Uber may use any change (forced or not) in its tipping policy to justify a further decrease in driver pay.
Incorrect rating of PAX. An Uber PAX that gives me a tip is almost guaranteed a 5-star rating. With in-App tipping, I cannot know which PAX actually tips or not until long after the ride ends and I give my rating. I am too busy (lazy) to later change that rating after checking if that PAX tipped.

The NYC-TLC (New York City Taxi and Limousine Commission), which appears to be the first to successfully force Uber to provide in-App tipping, has politically supported taxi drivers (who hate Uber) for many years. They have promoted this action to screw with Uber and increase tax revenue, not to benefit Uber drivers, who will now be forced to pay taxes to both NYC and State on their tips too.
No change to the "inequality" issue, where two drivers, transporting the same PAX on the same route receive different tips.
If Uber were smart, they would change their policy to adjust to the new political reality. Entourage, instead of discouraging, PAX to tip drivers. That would be a strong argument to prevent Uber from being forced to add in-App tipping nationwide after they do it in NYC.

*Please reply if you still disagree or there are other reasons that I have missed.

Please take the poll, or consider changing your vote, AFTER rethinking your prior position.*


----------



## Lowestformofwit (Sep 2, 2016)

Maven said:


> *Please reply if you still disagree or there are other reasons that I have missed.*


I may have missed it in your excellent list, but I feel that Uber at some stage will probably think that 20%+ (or whatever you're on) of ANY money changing hands via the app belongs to them for providing the rider with such an excellent app.
Maybe not at first, but....


----------



## tohunt4me (Nov 23, 2015)

Cash tips are nice.

I think Drivers are angry because Uber actively discouraged tipping.

A year ago I was almost always tipped for bus,train ,or airport destinations.
Used to be tipped whenever I handled baggage
Now,hardly ever
The cruise ships still tip.
The ships encourage tipping.
Tips are mandatory and taken from passenger accounts DAILY on the ships. They are well trained when I get them off of the ships !

A year and a half ago,I could pay for my gas and meals off of tips.
Now,$3.00-$5.00 a day for 30-40 rides is average.
Travis ruined it.
It will never recover now.


----------



## NorCalPhil (Aug 19, 2016)

Given the introduction to your post, I say you're trolling. "no reasonable driver should want Uber to implement in-App tipping" - just because someone disagrees, doesn't make then unreasonable.



Maven said:


> All (or most of) your tips will be reported by Uber to the IRS, that will want it's "cut". Also pay the State and possibly city taxes.

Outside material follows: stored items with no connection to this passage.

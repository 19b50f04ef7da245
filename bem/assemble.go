package bem

import (
	"fmt"
	"math"
	"runtime"
	"sync"

	"github.com/rimfield/rimfield/geom"
	"github.com/rimfield/rimfield/mesh"
	"gonum.org/v1/gonum/mat"
	"gonum.org/v1/gonum/spatial/r2"
)

// region is one subdomain as the integral equation sees it: its material
// transform and the panels that bound it, each oriented with the region on
// its left.
type region struct {
	kbar  float64 // sqrt(kx ky)
	ax    float64 // transform T' = diag(ax, 1/ax), ax = (ky/kx)^(1/4); det T' = 1
	image bool    // grounded plane y = groundY: image kernel
	gy    float64
	open  bool // unbounded (the background of an open scene)
	reg   int  // index of the layout region (a part knows the region it belongs to)
	// constCol is the column of the region's constant, or -1 when it is fixed at 0.
	constCol int
	// sides lists the bounding panels.
	sides []side
}

// side is a panel seen from one region.
type side struct {
	panel int
	sign  float64    // +1 if the region is the panel's Left, -1 if its Right
	frame panelFrame // in the region's transformed frame, oriented with the region on the left
	image panelFrame // the mirror image in the grounded plane (transformed frame), if any
	scale float64    // original length over transformed length, over kbar
	// prev and next are the sides that share this side's start and end
	// points (walking with the region on the left), or -1.
	prev, next int
	// twin is the side of the same part that is this side's other face
	// (a sheet; see sheet.go), or -1.
	twin int
	// sheet is true when the panel has a twin in the mesh (in this part or
	// another).
	sheet bool
	// anchor is -1 (+1) on a face of an impervious pair whose start (end)
	// is where the sheet meets another boundary: its potential, as the
	// collocation rows and Eval see it, is linear there, through the
	// neighbour's value at that end (sheet.go); 0 elsewhere.
	anchor int8
}

// transform maps a point into the region's isotropic frame.
func (r *region) transform(p r2.Vec) r2.Vec { return r2.Vec{X: r.ax * p.X, Y: p.Y / r.ax} }

// coefficients returns, for the target x (original coordinates), the
// coefficient of the panel's potential (the double layer) and of its inflow
// density into this region (the single layer, scaled by the material).
func (r *region) coefficients(s *side, x r2.Vec, self bool) (cu, cf float64) {
	X := r.transform(x)
	sl, dl := s.frame.integrals(X, self)
	if r.image {
		isl, idl := s.image.integrals(X, false)
		sl -= isl
		dl -= idl
	}
	return dl, sl * s.scale
}

// fieldCoefficients returns the two coefficients of coefficients and their
// gradients (original coordinates) at a point x off the boundary.
func (r *region) fieldCoefficients(s *side, x r2.Vec) (cu, cf float64, gu, gf r2.Vec) {
	X := r.transform(x)
	sl, dl, gsl, gdl := s.frame.all(X)
	if r.image {
		isl, idl, igsl, igdl := s.image.all(X)
		sl -= isl
		dl -= idl
		gsl = r2.Sub(gsl, igsl)
		gdl = r2.Sub(gdl, igdl)
	}
	// grad_x = T' grad_X, T' diagonal.
	back := func(v r2.Vec) r2.Vec { return r2.Vec{X: r.ax * v.X, Y: v.Y / r.ax} }
	return dl, sl * s.scale, back(gdl), r2.Scale(s.scale, back(gsl))
}

// slot tells where a panel's potential or inflow lives: an unknown column,
// or a known value given per owner.
type slot struct {
	col   int // unknown column, or -1 when known
	owner int // owner whose condition value this is when known (-1: zero)
}

// problem is the discrete problem: regions, slots, extra unknowns and rows.
// A layout region may fall into several connected parts (a MultiPolygon
// region, a cavity in a body); each part has its own integral equation and
// constant, so that each stays regular at the degenerate scale.
type problem struct {
	m       *mesh.Mesh
	regions []region // per layout region: material, and all its sides
	parts   []region // the connected parts of the regions, each with its own sides
	uSlot   []slot
	fSlot   []slot
	fScale  []float64 // column scale: F = fScale * x
	nUnk    int
	// rows: one per (region, side), then the extra equations.
	rows     []row
	floatCol []int // per owner: column of its floating potential, or -1
	length   float64
	nOwners  int
}

type rowKind uint8

const (
	rowCollocation rowKind = iota + 1
	rowFloating            // total inflow through a floating owner
	rowBalance             // zero total inflow into a region
	rowKutta               // Kutta condition: replaces a floating owner's total inflow
	rowSheetFlux           // conormal derivative on the second face of a sheet pair (sheet.go)
)

type row struct {
	kind   rowKind
	region int     // index into parts (collocation, balance)
	side   int     // index into parts[region].sides (collocation)
	owner  int     // floating owner
	scale  float64 // the row is multiplied by this
	// pa and pb are the two panels of a Kutta condition (rowKutta).
	pa, pb int
	// terms, when not nil, replace pa and pb: the panels of a Kutta
	// condition at a sheet's tip and their weights (kutta.go).
	terms []kuttaTerm
}

// newProblem numbers the unknowns and equations of the mesh; each Kutta
// condition replaces the total-inflow equation of its floating owner.
func newProblem(m *mesh.Mesh, kutta ...Kutta) (*problem, error) {
	lay := m.Layout
	if lay == nil {
		return nil, fmt.Errorf("bem: mesh has no layout")
	}
	if len(m.Panels) == 0 {
		return nil, fmt.Errorf("bem: mesh has no panels")
	}
	pr := &problem{m: m, nOwners: len(lay.Owners)}
	pr.length = lay.Diagonal
	if !(pr.length > 0) {
		lo, hi := m.Bounds()
		pr.length = r2.Norm(r2.Sub(hi, lo))
	}
	pr.regions = make([]region, len(lay.Regions))
	// Some potential is fixed on a panel (an owner whose pieces are all
	// covered by other bodies has no panels and fixes nothing).
	anyFixed := false
	for _, p := range m.Panels {
		if !p.Interface() && p.Cond.Kind == geom.Potential {
			anyFixed = true
		}
	}
	for i, d := range lay.Regions {
		kx, ky := d.Material.Kx, d.Material.Ky
		if !(kx > 0) || !(ky > 0) || math.IsInf(kx, 0) || math.IsInf(ky, 0) {
			return nil, fmt.Errorf("bem: region %q has a non-positive material (kx=%g, ky=%g)", d.Name, kx, ky)
		}
		r := &pr.regions[i]
		r.kbar = math.Sqrt(kx * ky)
		r.ax = math.Pow(ky/kx, 0.25)
		r.open = d.Background
		if r.open && lay.Ground != nil {
			r.image = true
			r.gy = lay.Ground.Y
		}
	}

	np := len(m.Panels)
	pr.uSlot = make([]slot, np)
	pr.fSlot = make([]slot, np)
	pr.fScale = make([]float64, np)
	pr.floatCol = make([]int, len(lay.Owners))
	for i := range pr.floatCol {
		pr.floatCol[i] = -1
	}
	col := 0
	newCol := func() int { col++; return col - 1 }
	for j, p := range m.Panels {
		if p.Left < 0 || p.Left >= len(pr.regions) || p.Right >= len(pr.regions) {
			return nil, fmt.Errorf("bem: panel %d has no valid region on its left", j)
		}
		if p.Length() == 0 || math.IsNaN(p.Length()) {
			return nil, fmt.Errorf("bem: panel %d has zero or undefined length", j)
		}
		pr.fScale[j] = pr.regions[p.Left].kbar / pr.length
		if p.Interface() {
			pr.uSlot[j] = slot{col: newCol()}
			pr.fSlot[j] = slot{col: newCol()}
			continue
		}
		switch p.Cond.Kind {
		case geom.Potential:
			pr.uSlot[j] = slot{col: -1, owner: p.Owner}
			pr.fSlot[j] = slot{col: newCol()}
		case geom.Flux:
			pr.uSlot[j] = slot{col: newCol()}
			pr.fSlot[j] = slot{col: -1, owner: p.Owner}
		case geom.Floating:
			if p.Owner < 0 {
				return nil, fmt.Errorf("bem: panel %d is floating but belongs to no body or edge", j)
			}
			if pr.floatCol[p.Owner] < 0 {
				pr.floatCol[p.Owner] = newCol()
			}
			pr.uSlot[j] = slot{col: pr.floatCol[p.Owner]}
			pr.fSlot[j] = slot{col: newCol()}
		default:
			return nil, fmt.Errorf("bem: panel %d has no boundary condition", j)
		}
		if p.Cond.Kind != geom.Floating && p.Owner < 0 && p.Cond.Value != 0 {
			return nil, fmt.Errorf("bem: panel %d has a non-zero condition but no owner", j)
		}
	}
	if err := pr.checkTwins(); err != nil {
		return nil, err
	}
	// Sides of each region.
	for j, p := range m.Panels {
		pr.addSide(p.Left, j, +1)
		if p.Interface() {
			pr.addSide(p.Right, j, -1)
		}
	}
	for i := range pr.regions {
		pr.regions[i].reg = i
		pr.regions[i].link()
		if len(pr.regions[i].sides) > 0 {
			pr.parts = append(pr.parts, pr.regions[i].components()...)
		}
	}
	pr.pairTwins()
	pr.anchorSheets()
	// Constants: the potential at infinity of the unbounded part (an
	// unknown when some potential is fixed and no grounded plane holds it at
	// 0), the residual constant of every bounded part.
	for i := range pr.parts {
		r := &pr.parts[i]
		r.constCol = -1
		if !r.open || (anyFixed && !r.image) {
			r.constCol = newCol()
		}
	}
	pr.nUnk = col
	// Rows.
	for i := range pr.parts {
		r := &pr.parts[i]
		for s := range r.sides {
			rw := row{kind: r.sheetRowKind(s), region: i, side: s, scale: 1}
			if rw.kind == rowSheetFlux {
				rw.scale = pr.sheetRowScale(r, s)
			}
			pr.rows = append(pr.rows, rw)
		}
	}
	kuttaRows, err := pr.kuttaRows(kutta)
	if err != nil {
		return nil, err
	}
	for o, c := range pr.floatCol {
		if c < 0 {
			continue
		}
		if rw, ok := kuttaRows[o]; ok {
			pr.rows = append(pr.rows, rw)
			continue
		}
		// Scale: inflow/kbar of the region the owner bounds, per unit length.
		k := 0.0
		for _, p := range m.Panels {
			if p.Owner == o {
				k = pr.regions[p.Left].kbar
				break
			}
		}
		pr.rows = append(pr.rows, row{kind: rowFloating, owner: o, scale: 1 / k})
	}
	for i := range pr.parts {
		if pr.parts[i].constCol >= 0 {
			pr.rows = append(pr.rows, row{kind: rowBalance, region: i, scale: 1 / pr.parts[i].kbar})
		}
	}
	if len(pr.rows) != pr.nUnk {
		return nil, fmt.Errorf("bem: internal: %d equations for %d unknowns", len(pr.rows), pr.nUnk)
	}
	return pr, nil
}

Because paying taxes is a bad thing?



Maven said:


> No change to the "inequality" issue, where two drivers, transporting the same PAX on the same route receive different tips.


This is BS on a stick. Equal opportunity? Sure. Equal outcome? Hells to the NO.


----------



## PrestonT (Feb 15, 2017)

Lowestformofwit said:


> I may have missed it in your excellent list, but I feel that Uber at some stage will probably think that 20%+ (or whatever you're on) of ANY money changing hands via the app belongs to them for providing the rider with such an excellent app.
> Maybe not at first, but....


They lost a lawsuit over exactly this.


----------



## Cableguynoe (Feb 14, 2017)

The reason is think in-app tipping is necessary is because it will automatically change their view on tipping Uber drivers. Those who think that they're not supposed to tip or that it's included, will know that tipping is allowed and obviously not included.
I think this is the best and most effective way for pax to get the message.


----------



## Robinhood (May 7, 2015)

Can't believe you posted this mumbo jumbo. increased income and any increased taxes that may come with that can be offset by increased business expenses. Don't fight the tip, just let it slide.


----------



## Veju (Apr 17, 2017)

I'd rather pay taxes on tips then not get tips and pay no tax. I'm driving on tax funded roads and would expect the police and emergency services to rescue me if I was involved in a crash, why shouldn't I pay my fair share?


----------



## Trebor (Apr 22, 2015)

First of all, you can't be a troll if you call yourself a troll.

Secondly, even if just $1 was tipped, I would have more than $3,000 in my account from tips alone since I have over 3,000 5-stars. 

Taxes? I live in Texas. No state Tax. Federal? meh, pretty sure my dead miles will cancel out my income. #ifyourpayingtaxesyouruberingwrong


----------



## mikes424 (May 22, 2016)

Maven said:


> All (or most of) your tips will be reported by Uber to the IRS, that will want it's "cut". Also pay the State and possibly city taxes.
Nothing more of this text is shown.